About this exercise
The data below must be repeated exactly. Leave nothing out.

Source data:
****************************************
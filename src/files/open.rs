//! Opening a file for reading only when it is a regular file.

use std::fs::File;
use std::path::Path;

use anyhow::{Context, Result, bail};

use crate::text::escape_path;

/// Opens `path` for reading, refusing anything but a regular file (after links).
///
/// The file is opened without blocking and checked on the open handle, so a FIFO put in place
/// between a check and the open still cannot hang the read.
pub fn open_regular(path: &Path, what: &str) -> Result<File> {
    let mut options = std::fs::OpenOptions::new();
    options.read(true);
    #[cfg(unix)]
    {
        use std::os::unix::fs::OpenOptionsExt;
        options.custom_flags(libc::O_NONBLOCK | libc::O_NOCTTY);
    }
    let file = options
        .open(path)
        .with_context(|| format!("cannot open {what} '{}'", escape_path(path)))?;
    let meta = file
        .metadata()
        .with_context(|| format!("cannot read {what} '{}'", escape_path(path)))?;
    if !meta.is_file() {
        bail!(
            "{what} '{}' is {}, not a regular file",
            escape_path(path),
            kind_of(&meta)
        );
    }
    Ok(file)
}

/// What a file system entry is, in words ("a folder", "a FIFO", ...).
pub fn kind_of(meta: &std::fs::Metadata) -> &'static str {
    let t = meta.file_type();
    #[cfg(unix)]
    {
        use std::os::unix::fs::FileTypeExt;
        if t.is_fifo() {
            return "a FIFO";
        }
        if t.is_char_device() || t.is_block_device() {
            return "a device";
        }
        if t.is_socket() {
            return "a socket";
        }
    }
    if t.is_dir() {
        "a folder"
    } else if t.is_symlink() {
        "a symbolic link"
    } else if t.is_file() {
        "a regular file"
    } else {
        "not a regular file"
    }
}
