/// numpy writes float64 unless told otherwise (numpy documentation, `numpy.save` / default dtype):
/// a float64 file for a float32 input is rounded to nearest as numpy's `astype(np.float32)` does
/// (IEEE 754 round-half-to-even), and a float32 file for a float16 input likewise, each with a note.
#[test]
fn float_files_of_another_width_are_converted_with_a_note() {
    let dir = tempfile::tempdir().unwrap();
    // 0.1 is not exact in binary; 1 + 2^-30 rounds to 1 in float32 (24-bit significand).
    let wide = array![[0.1f64, -2.5, 1.0 + 2f64.powi(-30)], [1e30, 0.0, 3.0]].into_dyn();
    write_npy(&dir.path().join("x.npy"), &wide);
    write_npy(&dir.path().join("mask.npy"), &array![1i64, 0].into_dyn());
    let inputs = two_inputs();
    let bindings = [
        bind(&format!("x={}", dir.path().join("x.npy").display())),
        bind(&format!("mask={}", dir.path().join("mask.npy").display())),
    ];
    let loaded = InputLoader::new(&inputs)
        .load(Source::Files(&bindings))
        .unwrap();
    let x = tensor_of(&loaded.samples[0], "x");
    assert_eq!(x.datum_type(), DatumType::F32);
    let got: Vec<f32> = x
        .to_plain_array_view::<f32>()
        .unwrap()
        .iter()
        .copied()
        .collect();
    assert_eq!(got, [0.1f32, -2.5, 1.0, 1e30, 0.0, 3.0]);
    assert_eq!(
        loaded.notes,
        ["input 'x': float64 data converted to float32 (rounded to nearest)"]
    );

    // float32 -> float16: 65504 is float16's largest finite value (IEEE 754 binary16).
    let half = [spec("h", DatumType::F16, vec![Dim::Fixed(3)])];
    write_npy(
        &dir.path().join("h.npy"),
        &array![0.5f32, 65504.0, 1.0 / 3.0].into_dyn(),
    );
    let loaded = InputLoader::new(&half)
        .load(Source::Files(&[bind(&format!(
            "h={}",
            dir.path().join("h.npy").display()
        ))]))
        .unwrap();
    let h = tensor_of(&loaded.samples[0], "h");
    let got: Vec<f16> = h
        .to_plain_array_view::<f16>()
        .unwrap()
        .iter()
        .copied()
        .collect();
    assert_eq!(
        got,
        [f16::from_f32(0.5), f16::MAX, f16::from_f32(1.0 / 3.0)]
    );
    assert_eq!(loaded.notes.len(), 1);

    // A finite value float16 cannot hold is refused, not turned into infinity.
    write_npy(
        &dir.path().join("big.npy"),
        &array![0.5f32, 1e6, 0.0].into_dyn(),
    );
    let error = InputLoader::new(&half)
        .from_bindings(&[bind(&format!("h={}", dir.path().join("big.npy").display()))])
        .unwrap_err();
    assert!(matches!(error, RunError::Conversion { .. }), "{error}");
    assert!(error.to_string().contains("1000000"), "{error}");
}

fn random_with(dims: &[(&str, usize)]) -> RandomInputs {
    RandomInputs {
        dims: dims.iter().map(|(k, v)| (k.to_string(), *v)).collect(),
        ..RandomInputs::default()
    }
}

/// An input no file gives is drawn at random, sized by the dims the files give; a set dim is
/// checked against the files.
#[test]
fn files_and_random_inputs_mix_and_agree_on_dims() {
    let dir = tempfile::tempdir().unwrap();
    write_npy(
        &dir.path().join("x.npy"),
        &ArrayD::<f32>::zeros(IxDyn(&[5, 3])),
    );
    let inputs = two_inputs();
    let files = [bind(&format!("x={}", dir.path().join("x.npy").display()))];

    let strict = InputLoader::new(&inputs).from_bindings(&files).unwrap_err();
    assert!(
        matches!(&strict, RunError::MissingInput(n) if n == "mask"),
        "{strict}"
    );

    let loaded: Loaded = InputLoader::new(&inputs)
        .with_random(random_with(&[]))
        .load(Source::Files(&files))
        .unwrap();
    assert_eq!(loaded.drawn, ["mask"]);
    assert_eq!(
        tensor_of(&loaded.samples[0], "mask").shape(),
        [5],
        "batch from x"
    );

    let agreeing = InputLoader::new(&inputs)
        .with_random(random_with(&[("batch", 5)]))
        .load(Source::Files(&files));
    assert!(agreeing.is_ok());
    let error = InputLoader::new(&inputs)
        .with_random(random_with(&[("batch", 4)]))
        .load(Source::Files(&files))
        .unwrap_err();
    assert!(
        matches!(&error, RunError::DimConflict { dim, .. } if dim == "batch"),
        "{error}"
    );
    assert!(error.to_string().contains("--dim"), "{error}");
}

/// The element limit bounds all samples together: many small samples are refused before any is
/// drawn.
#[test]
fn the_element_limit_bounds_all_samples_together() {
    let inputs = [spec("x", DatumType::F32, vec![Dim::Fixed(1000)])];
    let many = RandomInputs {
        samples: 100_000,
        ..RandomInputs::default()
    };
    let error = InputLoader::new(&inputs)
        .with_max_elements(1 << 20)
        .random(&many)
        .unwrap_err();
    assert!(
        matches!(error, RunError::SamplesOverLimit { .. }),
        "{error}"
    );
    let fits = RandomInputs {
        samples: 1000,
        ..RandomInputs::default()
    };
    let samples = InputLoader::new(&inputs)
        .with_max_elements(1 << 20)
        .random(&fits)
        .unwrap();
    assert_eq!(samples.len(), 1000);

    // A file given once is copied into every sample, and counted so.
    let dir = tempfile::tempdir().unwrap();
    let two = two_inputs();
    write_npy(
        &dir.path().join("x.npy"),
        &ArrayD::<f32>::zeros(IxDyn(&[2, 3])),
    );
    write_npy(&dir.path().join("m.npy"), &array![1i64, 1].into_dyn());
    let mut bindings = vec![bind(&format!("x={}", dir.path().join("x.npy").display()))];
    for _ in 0..4 {
        bindings.push(bind(&format!(
            "mask={}",
            dir.path().join("m.npy").display()
        )));
    }
    // 4 samples of 6 + 2 elements: 32.
    let loader = |limit| InputLoader::new(&two).with_max_elements(limit);
    assert_eq!(loader(32).from_bindings(&bindings).unwrap().len(), 4);
    let error = loader(31).from_bindings(&bindings).unwrap_err();
    assert!(
        matches!(error, RunError::SamplesOverLimit { .. }),
        "{error}"
    );
}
****************************************
Answer section
filename src/files/open.rs
//! Opening a file for reading only when it is a regular file.

use std::fs::File;
use std::path::Path;

use anyhow::{Context, Result, bail};

use crate::text::escape_path;

/// Opens `path` for reading, refusing anything but a regular file (after links).
///
/// The file is opened without blocking and checked on the open handle, so a FIFO put in place
/// between a check and the open still cannot hang the read.
pub fn open_regular(path: &Path, what: &str) -> Result<File> {
    let mut options = std::fs::OpenOptions::new();
    options.read(true);
    #[cfg(unix)]
    {
        use std::os::unix::fs::OpenOptionsExt;
        options.custom_flags(libc::O_NONBLOCK | libc::O_NOCTTY);
    }
    let file = options
        .open(path)
        .with_context(|| format!("cannot open {what} '{}'", escape_path(path)))?;
    let meta = file
        .metadata()
        .with_context(|| format!("cannot read {what} '{}'", escape_path(path)))?;
    if !meta.is_file() {
        bail!(
            "{what} '{}' is {}, not a regular file",
            escape_path(path),
            kind_of(&meta)
        );
    }
    Ok(file)
}

/// What a file system entry is, in words ("a folder", "a FIFO", ...).
pub fn kind_of(meta: &std::fs::Metadata) -> &'static str {
    let t = meta.file_type();
    #[cfg(unix)]
    {
        use std::os::unix::fs::FileTypeExt;
        if t.is_fifo() {
            return "a FIFO";
        }
        if t.is_char_device() || t.is_block_device() {
            return "a device";
        }
        if t.is_socket() {
            return "a socket";
        }
    }
    if t.is_dir() {
        "a folder"
    } else if t.is_symlink() {
        "a symbolic link"
    } else if t.is_file() {
        "a regular file"
    } else {
        "not a regular file"
    }
}
/// numpy writes float64 unless told otherwise (numpy documentation, `numpy.save` / default dtype):
/// a float64 file for a float32 input is rounded to nearest as numpy's `astype(np.float32)` does
/// (IEEE 754 round-half-to-even), and a float32 file for a float16 input likewise, each with a note.
#[test]
fn float_files_of_another_width_are_converted_with_a_note() {
    let dir = tempfile::tempdir().unwrap();
    // 0.1 is not exact in binary; 1 + 2^-30 rounds to 1 in float32 (24-bit significand).
    let wide = array![[0.1f64, -2.5, 1.0 + 2f64.powi(-30)], [1e30, 0.0, 3.0]].into_dyn();
    write_npy(&dir.path().join("x.npy"), &wide);
    write_npy(&dir.path().join("mask.npy"), &array![1i64, 0].into_dyn());
    let inputs = two_inputs();
    let bindings = [
        bind(&format!("x={}", dir.path().join("x.npy").display())),
        bind(&format!("mask={}", dir.path().join("mask.npy").display())),
    ];
    let loaded = InputLoader::new(&inputs)
        .load(Source::Files(&bindings))
        .unwrap();
    let x = tensor_of(&loaded.samples[0], "x");
    assert_eq!(x.datum_type(), DatumType::F32);
    let got: Vec<f32> = x
        .to_plain_array_view::<f32>()
        .unwrap()
        .iter()
        .copied()
        .collect();
    assert_eq!(got, [0.1f32, -2.5, 1.0, 1e30, 0.0, 3.0]);
    assert_eq!(
        loaded.notes,
        ["input 'x': float64 data converted to float32 (rounded to nearest)"]
    );

    // float32 -> float16: 65504 is float16's largest finite value (IEEE 754 binary16).
    let half = [spec("h", DatumType::F16, vec![Dim::Fixed(3)])];
    write_npy(
        &dir.path().join("h.npy"),
        &array![0.5f32, 65504.0, 1.0 / 3.0].into_dyn(),
    );
    let loaded = InputLoader::new(&half)
        .load(Source::Files(&[bind(&format!(
            "h={}",
            dir.path().join("h.npy").display()
        ))]))
        .unwrap();
    let h = tensor_of(&loaded.samples[0], "h");
    let got: Vec<f16> = h
        .to_plain_array_view::<f16>()
        .unwrap()
        .iter()
        .copied()
        .collect();
    assert_eq!(
        got,
        [f16::from_f32(0.5), f16::MAX, f16::from_f32(1.0 / 3.0)]
    );
    assert_eq!(loaded.notes.len(), 1);

    // A finite value float16 cannot hold is refused, not turned into infinity.
    write_npy(
        &dir.path().join("big.npy"),
        &array![0.5f32, 1e6, 0.0].into_dyn(),
    );
    let error = InputLoader::new(&half)
        .from_bindings(&[bind(&format!("h={}", dir.path().join("big.npy").display()))])
        .unwrap_err();
    assert!(matches!(error, RunError::Conversion { .. }), "{error}");
    assert!(error.to_string().contains("1000000"), "{error}");
}

fn random_with(dims: &[(&str, usize)]) -> RandomInputs {
    RandomInputs {
        dims: dims.iter().map(|(k, v)| (k.to_string(), *v)).collect(),
        ..RandomInputs::default()
    }
}

/// An input no file gives is drawn at random, sized by the dims the files give; a set dim is
/// checked against the files.
#[test]
fn files_and_random_inputs_mix_and_agree_on_dims() {
    let dir = tempfile::tempdir().unwrap();
    write_npy(
        &dir.path().join("x.npy"),
        &ArrayD::<f32>::zeros(IxDyn(&[5, 3])),
    );
    let inputs = two_inputs();
    let files = [bind(&format!("x={}", dir.path().join("x.npy").display()))];

    let strict = InputLoader::new(&inputs).from_bindings(&files).unwrap_err();
    assert!(
        matches!(&strict, RunError::MissingInput(n) if n == "mask"),
        "{strict}"
    );

    let loaded: Loaded = InputLoader::new(&inputs)
        .with_random(random_with(&[]))
        .load(Source::Files(&files))
        .unwrap();
    assert_eq!(loaded.drawn, ["mask"]);
    assert_eq!(
        tensor_of(&loaded.samples[0], "mask").shape(),
        [5],
        "batch from x"
    );

    let agreeing = InputLoader::new(&inputs)
        .with_random(random_with(&[("batch", 5)]))
        .load(Source::Files(&files));
    assert!(agreeing.is_ok());
    let error = InputLoader::new(&inputs)
        .with_random(random_with(&[("batch", 4)]))
        .load(Source::Files(&files))
        .unwrap_err();
    assert!(
        matches!(&error, RunError::DimConflict { dim, .. } if dim == "batch"),
        "{error}"
    );
    assert!(error.to_string().contains("--dim"), "{error}");
}

/// The element limit bounds all samples together: many small samples are refused before any is
/// drawn.
#[test]
fn the_element_limit_bounds_all_samples_together() {
    let inputs = [spec("x", DatumType::F32, vec![Dim::Fixed(1000)])];
    let many = RandomInputs {
        samples: 100_000,
        ..RandomInputs::default()
    };
    let error = InputLoader::new(&inputs)
        .with_max_elements(1 << 20)
        .random(&many)
        .unwrap_err();
    assert!(
        matches!(error, RunError::SamplesOverLimit { .. }),
        "{error}"
    );
    let fits = RandomInputs {
        samples: 1000,
        ..RandomInputs::default()
    };
    let samples = InputLoader::new(&inputs)
        .with_max_elements(1 << 20)
        .random(&fits)
        .unwrap();
    assert_eq!(samples.len(), 1000);

    // A file given once is copied into every sample, and counted so.
    let dir = tempfile::tempdir().unwrap();
    let two = two_inputs();
    write_npy(
        &dir.path().join("x.npy"),
        &ArrayD::<f32>::zeros(IxDyn(&[2, 3])),
    );
    write_npy(&dir.path().join("m.npy"), &array![1i64, 1].into_dyn());
    let mut bindings = vec![bind(&format!("x={}", dir.path().join("x.npy").display()))];
    for _ in 0..4 {
        bindings.push(bind(&format!(
            "mask={}",
            dir.path().join("m.npy").display()
        )));
    }
    // 4 samples of 6 + 2 elements: 32.
    let loader = |limit| InputLoader::new(&two).with_max_elements(limit);
    assert_eq!(loader(32).from_bindings(&bindings).unwrap().len(), 4);
    let error = loader(31).from_bindings(&bindings).unwrap_err();
    assert!(
        matches!(error, RunError::SamplesOverLimit { .. }),
        "{error}"
    );
}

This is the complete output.